Dalam riwayat Pram, dan kejadian-kejadian yang menimpanya di pembuangan, Mrazek menghadirkan contoh hidup pergulatan sebuah bangsa yang luka parah meraih kemerdekaannya. Kebesaran Pram memang tak tumbuh dari keadaannya sebagai korban yang inosen, dengan ingatan yang selektif, kepala yang mengeras dan telinga yang rusak ditumbuk popor. Epilog ini membawa pembaca “melompat” ke masa kini, ke masa senja Pram yang merenungkan gerak waktu; dan dengan itu menerawang kembali seluruh bab sebelumnya, dari konsolidasi kolonial hingga terbitnya kemerdekaan. Kali ini kemerdekaan spiritual.
Akhirnya memang dalam membangun bangsa, yang paling penting bukanlah sains dan teknologi, tetapi sebuah jiwa yang merdeka dan penuh martabat. Teknologi tentu tak bisa langsung merekayasa jiwa manusia, tetapi ia bisa membantu jiwa yang merdeka itu: menjadi ekstensi dari indra, otot dan ingatan. Tanpa jiwa yang merdeka, teknologi hanya menelurkan banyak hal yang menggelikan, juga menyedihkan, cerminan pikiran dan sukma pemakainya. Rasa tak aman sekaligus tak nyaman sebagian besar orang Eropa di Hindia Belanda membuahkan banyak arsitektur, tatabusana atau jaringan lampu penembak cahaya yang terlihat ganjil.
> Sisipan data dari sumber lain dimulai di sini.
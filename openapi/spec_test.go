package openapi

import (
	"context"
	"slices"
	"sort"
	"strconv"
	"strings"
	"testing"

	"github.com/getkin/kin-openapi/openapi3"
)

// load parses and validates the embedded document with kin-openapi, the
// library the request validator uses.
func load(t *testing.T) *openapi3.T {
	t.Helper()
	doc, err := openapi3.NewLoader().LoadFromData(YAML)
	if err != nil {
		t.Fatalf("load openapi.yaml: %v", err)
	}
	if err := doc.Validate(context.Background()); err != nil {
		t.Fatalf("validate openapi.yaml: %v", err)
	}
	return doc
}

// operation is one method of one path.
type operation struct {
	path, method string
	op           *openapi3.Operation
}

func (o operation) String() string { return o.method + " " + o.path }

func operations(doc *openapi3.T) []operation {
	var ops []operation
	for path, item := range doc.Paths.Map() {
		for method, op := range item.Operations() {
			ops = append(ops, operation{path, method, op})
		}
	}
	sort.Slice(ops, func(i, j int) bool { return ops[i].String() < ops[j].String() })
	return ops
}

func TestSpecLoadsAndValidates(t *testing.T) {
	doc := load(t)
	if got, want := doc.OpenAPI, "3.1.0"; got != want {
		t.Errorf("openapi version = %q, want %q", got, want)
	}
}

// TestRoutes pins the routes of the service contract (issue 4), of the
// results and QC loop (issue 5) and the operational ones: the external checks use exactly these paths.
func TestRoutes(t *testing.T) {
	want := []string{
		"DELETE /v1/tokens/{id}",
		"GET /healthz",
		"GET /metrics",
		"GET /openapi.yaml",
		"GET /readyz",
		"GET /v1/curves",
		"GET /v1/curves/{id}",
		"GET /v1/curves/{id}/audit",
		"GET /v1/curves/{id}/plot.png",
		"GET /v1/curves/{id}/plot.svg",
		"GET /v1/curves/{id}/verifications",
		"GET /v1/instruments/{instrument}/curves/current",
		"GET /v1/methods",
		"GET /v1/methods/{name}",
		"GET /v1/methods/{name}/top-down",
		"GET /v1/results",
		"GET /v1/results/{result_id}",
		"GET /v1/runs/{id}",
		"GET /v1/runs/{id}/results",
		"GET /v1/samples/{sample_id}",
		"GET /v1/standard-materials",
		"GET /v1/standard-materials/{code}",
		"GET /v1/trends",
		"GET /v1/trends/plot.svg",
		"POST /v1/curves/{id}/exclusions",
		"POST /v1/curves/{id}/predictions",
		"POST /v1/curves/{id}/review",
		"POST /v1/curves/{id}/verifications",
		"POST /v1/instruments/{instrument}/predictions",
		"POST /v1/instruments/{instrument}/predictions/batch",
		"POST /v1/methods",
		"POST /v1/runs",
		"POST /v1/runs/csv",
		"POST /v1/runs/{id}/samples",
		"POST /v1/standard-materials",
		"POST /v1/tokens",
		// people and signatures
		"GET /v1/audit",
		"GET /v1/curves/{id}/record.pdf",
		"GET /v1/curves/{id}/signatures",
		"GET /v1/people",
		"POST /v1/curves/{id}/recalculation",
		"POST /v1/curves/{id}/signatures",
		"POST /v1/people",
		"POST /v1/people/{login}/disable",
		"POST /v1/people/{login}/unlock",
		"POST /v1/signatures/{id}/withdrawal",
	}
	var got []string
	for _, o := range operations(load(t)) {
		got = append(got, o.String())
	}
	sort.Strings(want) // the people routes are listed as a block
	if !slices.Equal(got, want) {
		t.Errorf("routes:\n got %q\nwant %q", got, want)
	}
}

var knownScopes = []string{"runs:write", "results:read", "curves:review", "admin"}

func TestOperationsAreDocumented(t *testing.T) {
	doc := load(t)
	ids := map[string]string{}
	for _, o := range operations(doc) {
		t.Run(o.String(), func(t *testing.T) {
			if o.op.OperationID == "" {
				t.Fatal("no operationId")
			}
			if prev, dup := ids[o.op.OperationID]; dup {
				t.Errorf("operationId %q also used by %s", o.op.OperationID, prev)
			}
			ids[o.op.OperationID] = o.String()

			v1 := strings.HasPrefix(o.path, "/v1/")
			checkSecurity(t, doc, o, v1)
			scopes := requiredScopes(t, o.op)
			if v1 {
				if len(scopes) == 0 {
					t.Error("a /v1 route without x-required-scopes")
				}
				for _, s := range scopes {
					if !slices.Contains(knownScopes, s) {
						t.Errorf("x-required-scopes names unknown scope %q", s)
					}
				}
				if !slices.Contains(scopes, "admin") {
					t.Error("x-required-scopes does not admit admin")
				}
				for _, s := range scopes {
					if !strings.Contains(o.op.Description, "`"+s+"`") {
						t.Errorf("description does not name scope %q", s)
					}
				}
				for _, status := range []int{400, 401, 403, 429, 500, 503} {
					if o.op.Responses.Status(status) == nil {
						t.Errorf("no %d response", status)
					}
				}
			} else if scopes != nil {
				t.Errorf("x-required-scopes %q on an unauthenticated route", scopes)
			}
			if o.op.RequestBody != nil {
				for _, status := range []int{413, 415, 422} {
					if o.op.Responses.Status(status) == nil {
						t.Errorf("has a body but no %d response", status)
					}
				}
			}
			if strings.Contains(o.path, "{") && o.op.Responses.Status(404) == nil {
				t.Error("has a path parameter but no 404 response")
			}
			checkErrorResponses(t, o.op)
		})
	}
}

// checkSecurity: /v1 routes need the bearer scheme (inherited or their own),
// the others say `security: []` explicitly.
func checkSecurity(t *testing.T, doc *openapi3.T, o operation, v1 bool) {
	t.Helper()
	if !v1 {
		if o.op.Security == nil || len(*o.op.Security) != 0 {
			t.Error("an operational route without an explicit `security: []`")
		}
		return
	}
	reqs := doc.Security
	if o.op.Security != nil {
		reqs = *o.op.Security
	}
	if len(reqs) == 0 {
		t.Fatal("a /v1 route without a security requirement")
	}
	for _, r := range reqs {
		if _, ok := r["bearerAuth"]; !ok || len(r) != 1 {
			t.Errorf("security requirement %v, want only bearerAuth", r)
		}
	}
}

func requiredScopes(t *testing.T, op *openapi3.Operation) []string {
	t.Helper()
	raw, ok := op.Extensions["x-required-scopes"]
	if !ok {
		return nil
	}
	list, ok := raw.([]any)
	if !ok {
		t.Fatalf("x-required-scopes is %T, want a list", raw)
	}
	scopes := []string{}
	for _, v := range list {
		s, ok := v.(string)
		if !ok {
			t.Fatalf("x-required-scopes holds %T, want strings", v)
		}
		scopes = append(scopes, s)
	}
	return scopes
}

// checkErrorResponses: every 4xx and 5xx is application/problem+json with the
// Problem schema, and nothing else.
func checkErrorResponses(t *testing.T, op *openapi3.Operation) {
	t.Helper()
	for code, ref := range op.Responses.Map() {
		status, err := strconv.Atoi(code)
		if err != nil {
			t.Errorf("response %q: only explicit status codes are used", code)
			continue
		}
		if status < 400 {
			continue
		}
		content := ref.Value.Content
		mt := content.Get("application/problem+json")
		if mt == nil || len(content) != 1 {
			t.Errorf("response %d: content %v, want only application/problem+json", status, keys(content))
			continue
		}
		if got, want := mt.Schema.Ref, "#/components/schemas/Problem"; got != want {
			t.Errorf("response %d: schema %q, want %q", status, got, want)
		}
	}
}

func keys(c openapi3.Content) []string {
	var ks []string
	for k := range c {
		ks = append(ks, k)
	}
	sort.Strings(ks)
	return ks
}

// TestNumbersAreDoubles: a number without format double would be generated
// as float32.
func TestNumbersAreDoubles(t *testing.T) {
	doc := load(t)
	for name, ref := range doc.Components.Schemas {
		walk(ref, "#/components/schemas/"+name, map[*openapi3.Schema]bool{}, func(at string, s *openapi3.Schema) {
			if s.Type.Includes("number") && s.Format != "double" {
				t.Errorf("%s: number with format %q, want double", at, s.Format)
			}
		})
	}
	for _, o := range operations(doc) {
		for _, p := range o.op.Parameters {
			if s := p.Value.Schema.Value; s.Type.Includes("number") && s.Format != "double" {
				t.Errorf("%s parameter %s: number with format %q, want double", o, p.Value.Name, s.Format)
			}
		}
	}
}

// TestRequestObjectsAreClosed: every object a client sends refuses unknown
// fields.
func TestRequestObjectsAreClosed(t *testing.T) {
	doc := load(t)
	for _, o := range operations(doc) {
		if o.op.RequestBody == nil {
			continue
		}
		for ct, mt := range o.op.RequestBody.Value.Content {
			walk(mt.Schema, o.String()+" "+ct, map[*openapi3.Schema]bool{}, func(at string, s *openapi3.Schema) {
				if s.Type.Includes("object") && (s.AdditionalProperties.Has == nil || *s.AdditionalProperties.Has) {
					t.Errorf("%s: request object without additionalProperties: false", at)
				}
			})
		}
	}
}

// walk calls f on ref's schema and every schema inside it, once each.
func walk(ref *openapi3.SchemaRef, at string, seen map[*openapi3.Schema]bool, f func(string, *openapi3.Schema)) {
	if ref == nil || ref.Value == nil || seen[ref.Value] {
		return
	}
	s := ref.Value
	seen[s] = true
	f(at, s)
	for name, p := range s.Properties {
		walk(p, at+"/"+name, seen, f)
	}
	walk(s.Items, at+"/items", seen, f)
	for i, group := range []openapi3.SchemaRefs{s.AllOf, s.OneOf, s.AnyOf} {
		for j, sub := range group {
			walk(sub, at+"/"+[]string{"allOf", "oneOf", "anyOf"}[i]+"/"+strconv.Itoa(j), seen, f)
		}
	}
	walk(s.AdditionalProperties.Schema, at+"/additionalProperties", seen, f)
}

// TestContractFields pins the JSON field names the service contract (issue 4)
// names: each must be a required property of its schema.
func TestContractFields(t *testing.T) {
	doc := load(t)
	tests := map[string][]string{
		"RunRequest":         {"method", "instrument", "acquired_at", "standards"},
		"StandardInput":      {"analyte", "level", "concentration", "responses"},
		"RunSampleInput":     {"id", "analyte", "responses"},
		"RunCreated":         {"id", "curves"},
		"RunCurve":           {"id", "analyte", "verdict"},
		"MethodRequest":      {"name", "model", "weighting", "analytes"},
		"Analyte":            {"name", "unit"},
		"TokenRequest":       {"name", "scopes"},
		"TokenCreated":       {"id", "token"},
		"CurveList":          {"curves", "next_cursor"},
		"PredictionRequest":  {"samples"},
		"PredictionSample":   {"id", "responses"},
		"PredictionResponse": {"curve_id", "results", "cautions"},
		"PredictionResult":   {"id", "concentration", "standard_error", "interval", "flags"},
		"Interval":           {"low", "high", "level", "bounded"},
		"ReviewRequest":      {"decision"},
		"AuditLog":           {"events"},
		"AuditEvent":         {"at", "actor", "action", "detail"},
		"Curve": {"id", "run_id", "method", "method_revision", "instrument", "analyte", "unit",
			"model", "weighting", "coefficients", "standard_errors", "covariance", "residual_sd",
			"df", "r_squared", "weight_convention", "points", "checks", "limits", "range",
			"verdict", "status", "cautions", "engine_version"},
		"CurvePoint": {"level", "concentration", "response", "fitted", "residual",
			"studentized_residual", "leverage", "cooks_distance", "back_calculated",
			"relative_error_pct", "excluded"},
		"Check":   {"name", "statistic", "limit", "passed", "source", "detail"},
		"Limits":  {"lod", "loq", "critical_value", "detection_limit"},
		"Range":   {"low", "high"},
		"Problem": {"type", "title", "status", "detail"},
	}
	optional := map[string][]string{
		"RunRequest":        {"operator", "samples"},
		"RunSampleInput":    {"dilution"},
		"PredictionRequest": {"confidence"},
		"PredictionSample":  {"dilution"},
		"ReviewRequest":     {"reason"},
		"MethodRequest":     {"confidence", "acceptance"},
		"Problem":           {"instance", "request_id", "errors"},
	}
	for name, fields := range tests {
		t.Run(name, func(t *testing.T) {
			ref := doc.Components.Schemas[name]
			if ref == nil {
				t.Fatalf("no schema %s", name)
			}
			for _, f := range fields {
				if ref.Value.Properties[f] == nil {
					t.Errorf("no property %q", f)
				}
				if !slices.Contains(ref.Value.Required, f) {
					t.Errorf("property %q is not required", f)
				}
			}
			for _, f := range optional[name] {
				if ref.Value.Properties[f] == nil {
					t.Errorf("no optional property %q", f)
				}
				if slices.Contains(ref.Value.Required, f) {
					t.Errorf("property %q is required, want optional", f)
				}
			}
		})
	}
}

// TestNullableChecks: statistic and limit of a check are nullable numbers,
// since some checks have no statistic or could not be computed.
func TestNullableChecks(t *testing.T) {
	check := load(t).Components.Schemas["Check"].Value
	for _, f := range []string{"statistic", "limit"} {
		p := check.Properties[f].Value
		if !p.Type.Includes("number") || !p.Type.IncludesNull() {
			t.Errorf("check.%s: type %v, want a nullable number [number null]", f, p.Type.Slice())
		}
	}
}

// TestIntegerParametersAreBounded: every integer query or path parameter has
// a maximum that fits the database's 32-bit integers, so an out-of-range value
// is refused by the validator (400) rather than reaching the driver (500); an
// int64 parameter (a result id, a bigint column) may reach 2^53−1, the bound
// of every id.
func TestIntegerParametersAreBounded(t *testing.T) {
	doc := load(t)
	n := 0
	for _, o := range operations(doc) {
		for _, pr := range o.op.Parameters {
			p := pr.Value
			if p.Schema == nil || p.Schema.Value == nil || !p.Schema.Value.Type.Includes("integer") {
				continue
			}
			n++
			s := p.Schema.Value
			bound := 2147483647.0
			if s.Format == "int64" {
				bound = 9007199254740991
			}
			if s.Max == nil || *s.Max > bound || s.Min == nil {
				t.Errorf("%s: integer parameter %q lacks a minimum and a maximum ≤ %.0f", o, p.Name, bound)
			}
		}
	}
	if n == 0 {
		t.Error("found no integer parameter; the walk is wrong")
	}
}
Kegamangan dan konservatisme kolonial, seperti halnya kegamangan dan konservatisme politik-kultural sebagian besar mereka yang telah merasakan kemerdekaan, membuat kemungkinan-kemungkinan teknologis sungguh tak bisa sepenuhnya memerdekakan manusia. Penjajah Belanda dan Jepang barangkali sudah hengkang, sudah gulung tikar. Tetapi, ketaknyamanan, kegelisahan dan ilusi penguasa pribumi, kegagapannya mengelola transformasi dan kekerdilannya mengurus organisasi besar berskala, mereka menyebutnya “Indonesia Raya”. Sehingga membuat represi, diskriminasi dan perilaku fasis-otoriter yang dulu dikembangkan Belanda dan Jepang, kembali tampil di era kemerdekaan.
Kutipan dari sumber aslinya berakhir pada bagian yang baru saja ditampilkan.